StreamSets Data Collector
Apache License 2.0
Current Release : 3.18.1 | Release Date : August 26, 2020 | Release Notes
Design and run data pipelines in minutes with StreamSets Data Collector, an easy-to-use modern execution engine for fast data ingestion and resilient pipelines. With StreamSets Data Collector you can:
- Design and run continuous data pipelines for structured or unstructured datasets
- Monitor data flow metrics with built-in data flow sensors and observers
- Automate data drift handling for CDC, ETL, real-time ML, and streaming ingestion into data lakes
Select a Download Format
To use with Windows, select Docker Image
Quick Start Guide
- Download and install Java 8 JDK or OpenJDK 8. (You must have Java 8 JDK, not Java 8 JRE.)

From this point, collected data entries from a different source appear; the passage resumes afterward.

// pcasweep/solve/small_svd.cpp — see small_svd.hpp.
#include "solve/small_svd.hpp"

#include <Eigen/SVD>

namespace pcasweep {

SmallSvd small_svd(const Eigen::MatrixXd& r) {
  Eigen::BDCSVD<Eigen::MatrixXd> svd(r, Eigen::ComputeFullU | Eigen::ComputeFullV);
  return {svd.singularValues(), svd.matrixU(), svd.matrixV()};
}

}  // namespace pcasweep
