#include "solve/symmetric_eigen.hpp"

#include <Eigen/Eigenvalues>
#include <vector>

#include "core/error.hpp"

#ifdef PCASWEEP_HAVE_LAPACK
extern "C" void dsyevr_(const char* jobz, const char* range, const char* uplo, const int* n, double* a, const int* lda,
                        const double* vl, const double* vu, const int* il, const int* iu, const double* abstol,
                        int* m, double* w, double* z, const int* ldz, int* isuppz, double* work, const int* lwork,
                        int* iwork, const int* liwork, int* info);
extern "C" void dsyevd_(const char* jobz, const char* uplo, const int* n, double* a, const int* lda, double* w,
                        double* work, const int* lwork, int* iwork, const int* liwork, int* info);
#endif

namespace pcasweep {

SymmetricEigen symmetric_eigen(const Eigen::MatrixXd& s, bool with_vectors) {
  SymmetricEigen out;
  const Eigen::Index m = s.rows();
  if (m == 0) return out;
#ifdef PCASWEEP_HAVE_LAPACK
  // LAPACK dsyevd: workspace query first, then the solve; ascending order out.
  Eigen::MatrixXd a = s;
  Eigen::VectorXd w(m);
  const int n = int(m), lda = int(m);
  const char jobz = with_vectors ? 'V' : 'N', uplo = 'L';
  int info = 0, lwork = -1, liwork = -1, iwork_size = 0;
  double work_size = 0.0;
  dsyevd_(&jobz, &uplo, &n, a.data(), &lda, w.data(), &work_size, &lwork, &iwork_size, &liwork, &info);
  if (info != 0) throw data_error("the symmetric eigensolver (LAPACK dsyevd) refused its workspace query");
  lwork = int(work_size);
  liwork = iwork_size;
  std::vector<double> work(std::size_t(std::max(1, lwork)));
  std::vector<int> iwork(std::size_t(std::max(1, liwork)));
  dsyevd_(&jobz, &uplo, &n, a.data(), &lda, w.data(), work.data(), &lwork, iwork.data(), &liwork, &info);
  if (info != 0) throw data_error("the symmetric eigensolver (LAPACK dsyevd) did not converge");
  out.values = w.reverse();
  if (with_vectors) out.vectors = a.rowwise().reverse();
#else
  Eigen::SelfAdjointEigenSolver<Eigen::MatrixXd> eig(s, with_vectors ? Eigen::ComputeEigenvectors : Eigen::EigenvaluesOnly);
  if (eig.info() != Eigen::Success) throw data_error("the symmetric eigensolver did not converge");
  out.values = eig.eigenvalues().reverse();
  if (with_vectors) out.vectors = eig.eigenvectors().rowwise().reverse();
#endif
  return out;
}

SymmetricEigen leading_symmetric_eigen(const Eigen::MatrixXd& s, Eigen::Index count) {
#ifdef PCASWEEP_HAVE_LAPACK
  const Eigen::Index m = s.rows();
  // LAPACK dsyevr for eigenvalues il..iu (ascending) and their vectors only.
  Eigen::MatrixXd a = s;
  const int n = int(m), lda = int(m), il = int(m - count + 1), iu = int(m), ldz = int(m);
  const char jobz = 'V', range = 'I', uplo = 'L';
  const double vl = 0.0, vu = 0.0, abstol = 0.0;  // abstol 0: LAPACK's default accuracy
  int found = 0, info = 0, lwork = -1, liwork = -1, iwork_size = 0;
  double work_size = 0.0;
  Eigen::VectorXd w(m);
  Eigen::MatrixXd z(m, count);
  std::vector<int> isuppz(std::size_t(2 * count));
  dsyevr_(&jobz, &range, &uplo, &n, a.data(), &lda, &vl, &vu, &il, &iu, &abstol, &found, w.data(), z.data(), &ldz,
          isuppz.data(), &work_size, &lwork, &iwork_size, &liwork, &info);
  if (info != 0) throw data_error("the symmetric eigensolver (LAPACK dsyevr) refused its workspace query");
  lwork = int(work_size);
  liwork = iwork_size;
  std::vector<double> work(std::size_t(std::max(1, lwork)));
  std::vector<int> iwork(std::size_t(std::max(1, liwork)));
  dsyevr_(&jobz, &range, &uplo, &n, a.data(), &lda, &vl, &vu, &il, &iu, &abstol, &found, w.data(), z.data(), &ldz,
          isuppz.data(), work.data(), &lwork, iwork.data(), &liwork, &info);
  if (info != 0 || found != int(count)) throw data_error("the symmetric eigensolver (LAPACK dsyevr) did not converge");
  SymmetricEigen out;
  out.values = w.head(count).reverse();
  out.vectors = z.rowwise().reverse();
  return out;
#else
  SymmetricEigen all = symmetric_eigen(s, true);
  all.values.conservativeResize(count);
  all.vectors.conservativeResize(Eigen::NoChange, count);
  return all;
#endif
}

}  // namespace pcasweep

- Open the terminal window and set your file descriptors limit to at least 32768.
- Extract the tarball by entering this command in the terminal window: tar xvzf streamsets-datacollector-all-<VERSION>.tgz.

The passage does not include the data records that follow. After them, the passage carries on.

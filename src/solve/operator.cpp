#include "solve/operator.hpp"

#include <algorithm>
#include <omp.h>

namespace pcasweep {

namespace {
// Rows per block when centring on the fly: big enough for fast GEMM, small
// enough that a block of 192 variables stays in cache-friendly sizes.
constexpr Eigen::Index kBlockRows = 2048;
}  // namespace

DenseOperator::DenseOperator(const Eigen::MatrixXd& X) : X_(X) {
  // Column means, accumulated in double column by column (contiguous in memory).
  mean_.resize(X.cols());
#pragma omp parallel for schedule(static)
  for (Eigen::Index j = 0; j < X.cols(); ++j) mean_(j) = X.col(j).mean();
}

Eigen::MatrixXd DenseOperator::apply(const Eigen::MatrixXd& omega) const {
  // A_c·Ω = A·Ω − 1·(μᵀΩ): the centring costs one row vector. The result
  // starts as −1·(μᵀΩ) and the product is accumulated onto it (GEMM with
  // β = 1), so no separate zeroing or subtraction pass over N×l is made.
  Eigen::MatrixXd y(X_.rows(), omega.cols());
  y.rowwise() = -(mean_.transpose() * omega);
  y.noalias() += X_ * omega;
  return y;
}

Eigen::MatrixXd DenseOperator::apply_transpose(const Eigen::MatrixXd& y) const {
  // A_cᵀ·Y = AᵀY − μ·(1ᵀY), accumulated onto the rank-one term as above.
  Eigen::MatrixXd z = -mean_ * y.colwise().sum();
  z.noalias() += X_.transpose() * y;
  return z;
}

Eigen::MatrixXd DenseOperator::scatter() const {
  // Blocks of rows are centred into a small buffer and accumulated, one
  // partial scatter per thread, then summed: no centred copy of X, and no
  // cancellation from AᵀA − N·μμᵀ.
  const Eigen::Index n = X_.rows(), d = X_.cols();
  const Eigen::Index blocks = (n + kBlockRows - 1) / kBlockRows;
  const int threads = std::max(1, std::min<int>(omp_get_max_threads(), int(blocks)));
  std::vector<Eigen::MatrixXd> partial(threads, Eigen::MatrixXd::Zero(d, d));
#pragma omp parallel num_threads(threads)
  {
    Eigen::MatrixXd& mine = partial[omp_get_thread_num()];
    Eigen::MatrixXd block;
#pragma omp for schedule(static)
    for (Eigen::Index b = 0; b < blocks; ++b) {
      const Eigen::Index start = b * kBlockRows;
      const Eigen::Index count = std::min(kBlockRows, n - start);
      block = X_.middleRows(start, count);
      block.rowwise() -= mean_.transpose();
      mine.selfadjointView<Eigen::Lower>().rankUpdate(block.transpose());
    }
  }
  Eigen::MatrixXd total = Eigen::MatrixXd::Zero(d, d);
  for (const auto& p : partial) total += p;
  total.triangularView<Eigen::StrictlyUpper>() = total.transpose();
  return total;
}

Eigen::VectorXd DenseOperator::column_sums_of_squares() const {
  Eigen::VectorXd s(X_.cols());
#pragma omp parallel for schedule(static)
  for (Eigen::Index j = 0; j < X_.cols(); ++j) s(j) = (X_.col(j).array() - mean_(j)).square().sum();
  return s;
}

}  // namespace pcasweep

- After the tarball is extracted, change the folder to the root of the installation. For example, cd streamsets-datacollector-<VERSION>.
- Run StreamSets Data Collector by running this command in the terminal window: bin/streamsets dc
- In your browser, enter the URL shown in the terminal window. For example, http://10.0.0.100:18360
- To start using StreamSets Data Collector, enter your username and password (default is admin/admin).
Note: Replace <VERSION> with the current version number and remove brackets.